Twenty-six studies (13 RCTs and 13 observational cohorts) including 9,854 neonates (LEV = 1,601; PB = 8,253) were analyzed. The overall rate of seizure control did not differ significantly between LEV and PB (RR = 0.92, 95% CI 0.82–1.03; p = 0.16). Subgroup analyses by study design yielded consistent findings. LEV was associated with significantly fewer adverse events (RR = 3.59, 95% CI 1.85–6.95; I² = 86%), particularly lower risks of hypotension (RR = 3.90, 95% CI 1.94–7.87) and respiratory depression (RR = 2.06, 95% CI 1.23–3.47) compared with PB. Mortality rates were similar between groups (RR = 1.27, 95% CI 0.84–1.91).
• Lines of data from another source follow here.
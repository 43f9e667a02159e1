"""The asset library: object classes (what a detector learns) and assets (what can be placed in a scene).

Models hold data and constraints only; every write goes through :mod:`assets.services`. The tables keep the names
they had when these models lived in the campaigns app (``campaigns_objectclass``, ``campaigns_asset``), so
databases made before the move keep working; migration ``assets.0001`` took them over without touching the data.
"""

from __future__ import annotations

from decimal import Decimal

from django.core.validators import MinValueValidator
from django.db import models
from django.utils import timezone


class ObjectClass(models.Model):
    """A kind of object the detector must learn (the render core's asset class name)."""

    name = models.SlugField(max_length=64, unique=True, help_text="Render core class name, e.g. wall_clock")
    label = models.CharField(max_length=128, blank=True, help_text="Human-readable name")
    description = models.TextField(blank=True)

    class Meta:
        # The table keeps the name it had when object classes lived in the campaigns app.
        db_table = "campaigns_objectclass"
        ordering = ["name"]
        verbose_name_plural = "object classes"

    def __str__(self) -> str:
        return self.name


class Asset(models.Model):
    """Something that can be placed in a scene: a procedural generator or an uploaded mesh."""

    class Kind(models.TextChoices):
        PROCEDURAL = "procedural", "Procedural generator"
        MESH = "mesh", "Uploaded mesh"

    object_class = models.ForeignKey(ObjectClass, on_delete=models.PROTECT, related_name="assets")
    name = models.CharField(max_length=128)
    kind = models.CharField(max_length=16, choices=Kind.choices, default=Kind.PROCEDURAL)
    generator = models.CharField(max_length=128, blank=True, help_text="Render core generator (class name)")
    mesh_file = models.FileField(upload_to="assets/meshes/", blank=True)
    mesh_unit = models.CharField(max_length=8, default="auto", help_text="m, cm, mm, in or auto")
    up_axis = models.CharField(
        max_length=2, default="+z", help_text="File axis pointing up: +z, +y (glTF), or any of ±x, ±y, ±z"
    )
    front = models.CharField(
        max_length=2,
        blank=True,
        default="",
        help_text="File axis the model's front faces (at right angles to the up axis); empty: "
        "+y for a z-up file, +z for a y-up file",
    )
    look = models.CharField(
        max_length=16,
        choices=[("keep", "Keep the model's look"), ("randomize", "Randomize its colours")],
        default="randomize",
        help_text="Render with the file's materials and textures, or with random colours",
    )
    team = models.ForeignKey(
        "teams.Team",
        on_delete=models.PROTECT,
        related_name="assets",
        null=True,
        blank=True,
        help_text="Owning team; empty for the shared procedural library",
    )
    creation_cost = models.DecimalField(
        max_digits=12,
        decimal_places=2,
        default=Decimal("0"),
        validators=[MinValueValidator(Decimal("0"))],
        help_text="One-off cost of making the asset (modelling, licensing), in the campaign currency",
    )
    created_at = models.DateTimeField(default=timezone.now)

    class Meta:
        db_table = "campaigns_asset"
        ordering = ["object_class__name", "name"]
        # Names are unique per team and class, so one team's names never block or reveal another's; the shared
        # library (no team) is its own namespace. Two constraints because NULLs never collide in a unique index.
        # A team upload may not take a shared asset's name either (assets.services checks that, with a message
        # that names only the shared library).
        constraints = [
            models.UniqueConstraint(
                fields=["team", "object_class", "name"],
                condition=models.Q(team__isnull=False),
                name="asset_unique_name_per_team_and_class",
            ),
            models.UniqueConstraint(
                fields=["object_class", "name"],
                condition=models.Q(team__isnull=True),
                name="asset_unique_shared_name_per_class",
            ),
            models.CheckConstraint(condition=models.Q(creation_cost__gte=0), name="asset_creation_cost_non_negative"),
        ]

    def __str__(self) -> str:
        return f"{self.object_class.name}/{self.name}"
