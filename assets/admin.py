"""Admin for the asset library: object classes and assets (shared rows are changed by superusers only)."""

from __future__ import annotations

from typing import Any

from django.contrib import admin
from django.http import HttpRequest

from assets.models import Asset, ObjectClass
from teams.admin import TeamScopedAdmin


@admin.register(ObjectClass)
class ObjectClassAdmin(TeamScopedAdmin):
    list_display = ("name", "label")
    search_fields = ("name", "label")


@admin.register(Asset)
class AssetAdmin(TeamScopedAdmin):
    """Shared procedural assets (no team) are listed for everyone and changed by superusers; uploaded ones belong
    to their team. Mesh files arrive through the dashboard's upload page, which checks them."""

    list_display = ("name", "object_class", "kind", "generator", "creation_cost")
    list_filter = ("kind", "object_class")
    search_fields = ("name", "generator")

    def get_readonly_fields(self, request: HttpRequest, obj: Any = None) -> tuple[str, ...]:
        readonly = tuple(super().get_readonly_fields(request, obj))
        return readonly if request.user.is_superuser else (*readonly, "mesh_file")
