@pytest.mark.parametrize("variant", VARIANTS)
@pytest.mark.parametrize("principal_point", [(W / 2, H / 2), (W / 2 - 7.0, H / 2 + 5.0)])
def test_cube_mask_box_matches_projected_corners(variant, principal_point):
    """Reference: OpenCV ``cv2.projectPoints`` of the cube's 8 corners; the mask box is within 1 px."""
    from render import scene as sc

    mi = _init(variant)
    k_matrix = np.array([[80.0, 0.0, principal_point[0]], [0.0, 80.0, principal_point[1]], [0.0, 0.0, 1.0]])
    rotation, translation = _look_at_cv([0.2, -3.0, 1.3], [0.3, 0.0, 0.8])
    cube = trimesh.creation.box(extents=[0.5, 0.4, 0.6])
    cube.apply_transform(trimesh.transformations.rotation_matrix(0.4, [0, 0, 1]))
    cube.apply_translation([0.5, 0.1, 0.9])
    built = _scene(mi, k_matrix, rotation, translation, {"i7_p0": _mesh(mi, "i7_p0", cube)})
    instance_ids, _ = sc.render_label_pass(built)
    ys, xs = np.nonzero(instance_ids == 7)
    assert len(xs) > 50
    mask_box = np.array([xs.min(), ys.min(), xs.max() + 1, ys.max() + 1], float)
    rvec, _ = cv2.Rodrigues(rotation)
    corners, _ = cv2.projectPoints(cube.vertices, rvec, translation, k_matrix, None)
    corners = corners.reshape(-1, 2)
    projected_box = np.array([*corners.min(axis=0), *corners.max(axis=0)])
    np.testing.assert_allclose(mask_box, projected_box, atol=1.0)
    # and our own projection agrees with OpenCV's
    from render.camera import project_points

    np.testing.assert_allclose(project_points(cube.vertices, rotation, translation, k_matrix), corners, atol=1e-6)


@pytest.mark.parametrize("variant", VARIANTS)
def test_shape_index_maps_to_instances(variant):
    """Several objects, ids in shuffled order, extra shapes created before: each instance's mask lies
    around its own projected centre (reference: cv2.projectPoints)."""
    from render import scene as sc

    mi = _init(variant)
    _ = [mi.load_dict({"type": "sphere"}) for _ in range(3)]  # shift the registry ids
    k_matrix = np.array([[90.0, 0.0, W / 2], [0.0, 90.0, H / 2], [0.0, 0.0, 1.0]])
    rotation, translation = _look_at_cv([0.0, -4.0, 0.5], [0.0, 0.0, 0.5])
    rng = np.random.default_rng(3)
    instance_ids = [int(v) for v in rng.permutation(np.arange(1, 700, 97))[:6]]
    shapes, centres = {}, {}
    for k, instance_id in enumerate(instance_ids):
        box = trimesh.creation.box(extents=[0.25, 0.25, 0.25])
        centre = np.array([-1.25 + 0.5 * k, 0.0, 0.5 + 0.3 * (k % 2)])
        box.apply_translation(centre)
        for part in range(2):  # two parts per instance: halves of the box in x
            piece = trimesh.intersections.slice_mesh_plane(box, [1 - 2 * part, 0, 0], centre, cap=True)
            shapes[f"i{instance_id}_p{part}"] = _mesh(mi, f"i{instance_id}_p{part}", piece)
        centres[instance_id] = centre
    floor = trimesh.creation.box(extents=[8, 8, 0.1])
    floor.apply_translation([0, 0, -0.05])
    shapes["room_0_floor"] = _mesh(mi, "room_0_floor", floor)
    built = _scene(mi, k_matrix, rotation, translation, shapes)
    assert built.shape_instance["room_0_floor"] == 0
    ids, _ = sc.render_label_pass(built)
    assert set(np.unique(ids).tolist()) == {0, *instance_ids}
    rvec, _ = cv2.Rodrigues(rotation)
    for instance_id, centre in centres.items():
        ((u, v),) = cv2.projectPoints(centre[None], rvec, translation, k_matrix, None)[0].reshape(-1, 2)
        assert ids[int(v), int(u)] == instance_id
        ys, xs = np.nonzero(ids == instance_id)
        assert abs(xs.mean() + 0.5 - u) < 1.5 and abs(ys.mean() + 0.5 - v) < 1.5


@pytest.mark.parametrize("variant", VARIANTS)
def test_depth_of_a_plane_is_z_depth(variant):
    """Analytic: a plane perpendicular to the optical axis at distance D has z-depth D at every
    pixel (the AOV's ray distance would be D / cos θ off-axis) — within 1 %."""
    from render import scene as sc

    mi = _init(variant)
    distance_m = 2.7
    k_matrix = np.array([[50.0, 0.0, W / 2], [0.0, 50.0, H / 2], [0.0, 0.0, 1.0]])  # wide: 88° across
    rotation, translation = _look_at_cv([0.3, 0.2, 1.0], [0.3, 0.2 + distance_m, 1.0])
    plane = trimesh.creation.box(extents=[20.0, 0.01, 20.0])
    plane.apply_translation([0.3, 0.2 + distance_m + 0.005, 1.0])
    built = _scene(mi, k_matrix, rotation, translation, {"i1_p0": _mesh(mi, "i1_p0", plane)})
    ids, depth_m = sc.render_label_pass(built)
    assert (ids == 1).all()
    np.testing.assert_allclose(depth_m, distance_m, rtol=0.01)
    assert abs(float(depth_m[0, 0]) - distance_m) < 0.01 * distance_m  # the far corner, 50° off axis
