@router.post(
    "/campaigns/{campaign_id}/notifications", response={200: schemas.NotificationsOut, codes_4xx: schemas.ErrorOut}
)
def notifications_set(request: HttpRequest, campaign_id: int, payload: schemas.NotificationsIn) -> dict[str, Any]:
    """Set the webhook URL, e-mail addresses and failure alert share; a webhook gets its secret the first time."""
    campaign = _campaign(request, campaign_id, role=PLANNER)
    services.set_notifications(
        campaign_id=campaign.pk, url=payload.url, emails=payload.emails, failure_rate=payload.failure_rate
    )
    return _notifications_out(request, campaign)


# --- frames ---------------------------------------------------------------------------------------------------------


def _frame_row(frame: Frame) -> dict[str, Any]:
    return {
        "index": frame.index,
        "state": frame.state,
        "seed": frame.seed,
        "layout_index": frame.layout_index,
        "lighting_index": frame.lighting_index,
        "view_index": frame.view_index,
        "composition": frame.composition or {},
        "attempts": frame.attempts,
        "cpu_s": frame.cpu_s,
        "wall_s": frame.wall_s,
        "compute_cost": str(frame.compute_cost) if frame.compute_cost is not None else None,
        "excluded": frame.excluded_at is not None,
        "created_at": frame.created_at,
        "finished_at": frame.finished_at,
    }


@router.get("/campaigns/{campaign_id}/frames", response={200: schemas.FramePageOut, codes_4xx: schemas.ErrorOut})
def frame_list(
    request: HttpRequest,
    campaign_id: int,
    state: str = "",
    class_name: str = Query("", alias="class", description="Frames planned with or holding this class"),
    limit: int = Query(50, ge=1, le=FRAMES_PAGE_MAX),
    offset: int = Query(0, ge=0),
) -> dict[str, Any]:
    """Frames by index, a page at a time (`limit`, `offset`), optionally of one state and one class."""
    campaign = _campaign(request, campaign_id)
    frames = Frame.objects.filter(campaign=campaign)
    if state:
        if state not in Frame.State.values:
            message = f"unknown state (known: {', '.join(Frame.State.values)})"
            raise ApiError(400, f"state: {message}", {"state": message})
        frames = frames.filter(state=state)
    if class_name:
        if "\x00" in class_name or not campaign.quotas.filter(object_class__name=class_name).exists():
            raise ApiError(400, "class: not a class of this campaign", {"class": "not a class of this campaign"})
        holding = Instance.objects.filter(frame=OuterRef("pk"), object_class__name=class_name)
        frames = frames.filter(Q(composition__has_key=class_name) | Exists(holding))
    count = frames.count()
    page = frames.order_by("index")[offset : offset + limit]
    return {"count": count, "limit": limit, "offset": offset, "items": [_frame_row(f) for f in page]}


@router.get(
    "/campaigns/{campaign_id}/frames/{index}", response={200: schemas.FrameDetailOut, codes_4xx: schemas.ErrorOut}
)
def frame_detail(request: HttpRequest, campaign_id: int, index: int) -> dict[str, Any]:
    """One frame: its state, its label rows (every instance, accepted or not, with the reasons) and its files."""
    campaign = _campaign(request, campaign_id)
    frame = Frame.objects.filter(campaign=campaign, index=index).first()
    if frame is None:
        raise ApiError(404, "no such frame")
    instances = selectors.frame_instances(frame_ids=[frame.pk])[frame.pk]
    files: dict[str, str] = {}
    if frame.state == Frame.State.DONE and frame.output_dir:
        for name in FRAME_FILE_NAMES:
            url = reverse(
                "campaigns:frame-file", kwargs={"campaign_id": campaign.pk, "index": frame.index, "name": name}
            )
            files[name] = request.build_absolute_uri(url)
    return {
        **_frame_row(frame),
        "error": frame.error,
        "excluded_reason": frame.excluded_reason,
        "labels": [
            {
                "instance_id": i["instance_id"],
                "class_name": i["object_class__name"],
                "asset_id": i["asset_id"],
                "bbox_xywh_px": i["bbox_xywh_px"],
                "amodal_bbox_xywh_px": i["amodal_bbox_xywh_px"],
                "visible_fraction": i["visible_fraction"],
                "contrast": i["contrast"],
                "occlusion_fraction": i["occlusion_fraction"],
                "truncation_fraction": i["truncation_fraction"],
                "mask_area_px": i["mask_area_px"],
                "accepted": i["accepted"],
                "reject_reasons": i["reject_reasons"] or [],
            }
            for i in instances
        ],
        "files": files,
    }


# Registered after the frames: Django tries the URL patterns in order, and "{action}" would take "frames".
@router.post("/campaigns/{campaign_id}/{action}", response={200: schemas.CampaignOut, codes_4xx: schemas.ErrorOut})
def campaign_action(request: HttpRequest, campaign_id: int, action: str) -> dict[str, Any]:
    """`start` (draft → running), `pause`, `resume` or `cancel`; needs the planner role. An impossible transition
    is a 400 that says why."""
    campaign = _campaign(request, campaign_id, role=PLANNER)
    if action not in ACTIONS:
        raise ApiError(404, f"no action {action!r} (known: {', '.join(ACTIONS)})")
    ACTIONS[action](campaign_id=campaign.pk)
    return _campaign_out(_campaign(request, campaign.pk))


# --- assets ---------------------------------------------------------------------------------------------------------


@router.get("/assets", response={200: list[schemas.AssetOut], codes_4xx: schemas.ErrorOut})
def asset_list(request: HttpRequest) -> list[dict[str, Any]]:
    """The shared procedural library and your teams' uploads."""
    assets = (
        scope_to_user(Asset.objects.all(), user=request.user, include_shared=True)
        .select_related("object_class", "team")
        .order_by("object_class__name", "kind", "name", "pk")
    )
    return [
        {
            "id": a.pk,
            "name": a.name,
            "class_name": a.object_class.name,
            "kind": a.kind,
            "team": a.team_id,
            "team_name": a.team.name if a.team is not None else None,
            "creation_cost": str(a.creation_cost),
            "created_at": a.created_at,
        }
        for a in assets
    ]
Meta-regression revealed that higher gestational age and birth weight were associated with better seizure control, whereas older age at seizure onset predicted poorer response.

Conclusion

LEV and PB demonstrate comparable efficacy for first-line treatment of neonatal seizures; however, LEV provides a more favorable safety and tolerability profile, particularly with respect to cardiopulmonary stability. These findings support the consideration of LEV as an alternative first-line agent, especially in neonates at risk for hemodynamic or respiratory compromise. Further large, high-quality RCTs with standardized EEG confirmation and long-term neurodevelopmental follow-up are warranted.